Roger Bisson wrote:
James,

All OS platforms benefit from the network effects of wide usage.
I agree, but 'free as in beer' helps here more than 'free as in source'.

To the average developer, Solaris (which, in a closed model, you would have to 
pay for)
I think you are confusing 'free source' with 'free download'. I do think its in Oracle's interest to allow hobbyists and micro-companies to have a very low-cost solution and the admin costs may mean that 'free as in beer' is no worse than a low cost license.


If we agree that applications often drive the widespread adoption of a 
platform, then application developers make the primary decision. Sun's decision 
to make Solaris generally available at nominal or no cost (and by Solaris, I 
also refer to OpenSolaris) places SunOS (and complementary technologies) in the 
hands of developers at little cost; similarly when compilers and development 
tools are given away freely as in Netbeans, JDeveloper and the like.
I agree. I think making it widely available (and 'supported' on non-Oracle hardware) is very important. But the number of developers who need or even want the Solaris source code is rather small and making it (the source) available doesn't necessarily have any impact at all on whether ISVs can or do use it. To some extent ISVs will do whatever they need to target their market anyway and if big companies use Solaris and want software for it then ISVs will supply it.

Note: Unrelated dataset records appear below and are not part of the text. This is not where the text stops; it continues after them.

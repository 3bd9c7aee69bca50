package org.halyard.targets;

import java.util.ArrayList;
import java.util.List;
import org.halyard.grid.GridGeometry;

/**
 * A set of linked ridge cells and its principal axis: the unit from which linear features are built.
 *
 * <p><b>Algorithm:</b> the axis is the principal eigenvector of the 2 x 2 covariance of the cell centres
 * (principal component analysis); the extent is the span of the cells' projections on it.
 *
 * <p><b>Thread safety:</b> immutable.
 */
final class RidgePiece {

    final int[] cells;
    final double cx, cy;
    /** Unit axis (east, north). */
    final double ux, uy;
    final double minT, maxT;
    /** Mean |cos| of the angle between each cell's ridge direction and the axis. */
    final double alignment;

    RidgePiece(int[] cells, RidgeCells ridges) {
        GridGeometry geo = ridges.grid().geometry();
        this.cells = cells.clone();
        double sx = 0, sy = 0;
        for (int i : cells) {
            sx += geo.x(i % geo.columns());
            sy += geo.y(i / geo.columns());
        }
        cx = sx / cells.length;
        cy = sy / cells.length;
        double sxx = 0, syy = 0, sxy = 0;
        for (int i : cells) {
            double dx = geo.x(i % geo.columns()) - cx, dy = geo.y(i / geo.columns()) - cy;
            sxx += dx * dx;
            syy += dy * dy;
            sxy += dx * dy;
        }
        double theta = 0.5 * Math.atan2(2 * sxy, sxx - syy);
        ux = Math.cos(theta);
        uy = Math.sin(theta);
        double lo = Double.POSITIVE_INFINITY, hi = Double.NEGATIVE_INFINITY, align = 0;
        for (int i : cells) {
            double t = along(geo.x(i % geo.columns()), geo.y(i / geo.columns()));
            lo = Math.min(lo, t);
            hi = Math.max(hi, t);
            align += Math.abs(Math.cos(ridges.direction(i) - theta));
        }
        minT = lo;
        maxT = hi;
        alignment = align / cells.length;
    }

    /** Position along the axis of a point, m from the centroid. */
    double along(double x, double y) {
        return (x - cx) * ux + (y - cy) * uy;
    }

    /** Distance of a point from the axis line, m. */
    double across(double x, double y) {
        return Math.abs(-(x - cx) * uy + (y - cy) * ux);
    }

    double length() {
        return maxT - minT;
    }

    /** End points {x0, y0, x1, y1} of the axis segment. */
    double[] ends() {
        return new double[] {cx + minT * ux, cy + minT * uy, cx + maxT * ux, cy + maxT * uy};
    }

    /**
     * Whether {@code other} continues this piece: axes within {@code maxTurnDeg}, a gap between their nearest
     * ends of at most {@code maxGap} or the pieces' mean length (or overlapping), and each of the two facing ends within
     * {@code maxOffset} of the other piece's axis.
     */
    boolean continues(RidgePiece other, double maxTurnDeg, double maxGap, double maxOffset) {
        double cos = Math.abs(ux * other.ux + uy * other.uy);
        if (cos < Math.cos(Math.toRadians(maxTurnDeg))) {
            return false;
        }
        double[] a = ends(), b = other.ends();
        double gap = Double.POSITIVE_INFINITY;
        int ai = 0, bj = 0;
        for (int i = 0; i < 4; i += 2) {
            for (int j = 0; j < 4; j += 2) {
                double d = Math.hypot(a[i] - b[j], a[i + 1] - b[j + 1]);
                if (d < gap) {
                    gap = d;
                    ai = i;
                    bj = j;
                }
            }
        }
        // Offsets at the facing ends: a bend keeps them small, a parallel neighbour does not.
        double offset = Math.max(across(b[bj], b[bj + 1]), other.across(a[ai], a[ai + 1]));
        boolean overlapping = other.along(a[0], a[1]) * other.along(a[2], a[3]) < 0
                || along(b[0], b[1]) * along(b[2], b[3]) < 0;
        // A gap up to the mean length of the two pieces is bridged too: a strong object lying on a cable, or
        // a crossing pipe, hides the ridge over a few times its depth or width, and both sides stay long and
        // collinear. The offset test keeps the bridge straight: 2 m over 40 m is 3 degrees.
        double allowed = Math.max(maxGap, 0.5 * (length() + other.length()));
        return (gap <= allowed || overlapping) && offset <= maxOffset;
    }

    /** The piece made of this one's cells and {@code other}'s. */
    static RidgePiece merge(List<RidgePiece> parts, RidgeCells ridges) {
        List<Integer> all = new ArrayList<>();
        for (RidgePiece p : parts) {
            for (int i : p.cells) {
                all.add(i);
            }
        }
        return new RidgePiece(all.stream().mapToInt(Integer::intValue).toArray(), ridges);
    }
}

Personally I'd like to see a product priced at OS/X but without the nasty legalese - but the big issue there is really that Sun never managed to leverage the binary interfaces and their industry position to get a better hardware supportstory on modern motherboards than Linux. (I don't want support for basket case old hardware - but good support for what's on the boards now, including embedded graphics, gig-e and RAID chipsets).
Compare this to HP-UX, and AIX which require access to more specialised 
technology platforms. As a developer, I do not have access to these platforms 
and am unlikely to develop software for them unless there is a specific need 
to. The growth of Windows in the data centre is a prime example of technical 
folk recommending technologies they are familar with.
Indeed, though in fairness Windows is a rather good server platform and works well, and has particular advantages with Windows clients, not least with the integrated security. Also from memory you can sign for access to remote dev hosts for both HP-UX and AIX so you can beetstrap to the platform without buying your own.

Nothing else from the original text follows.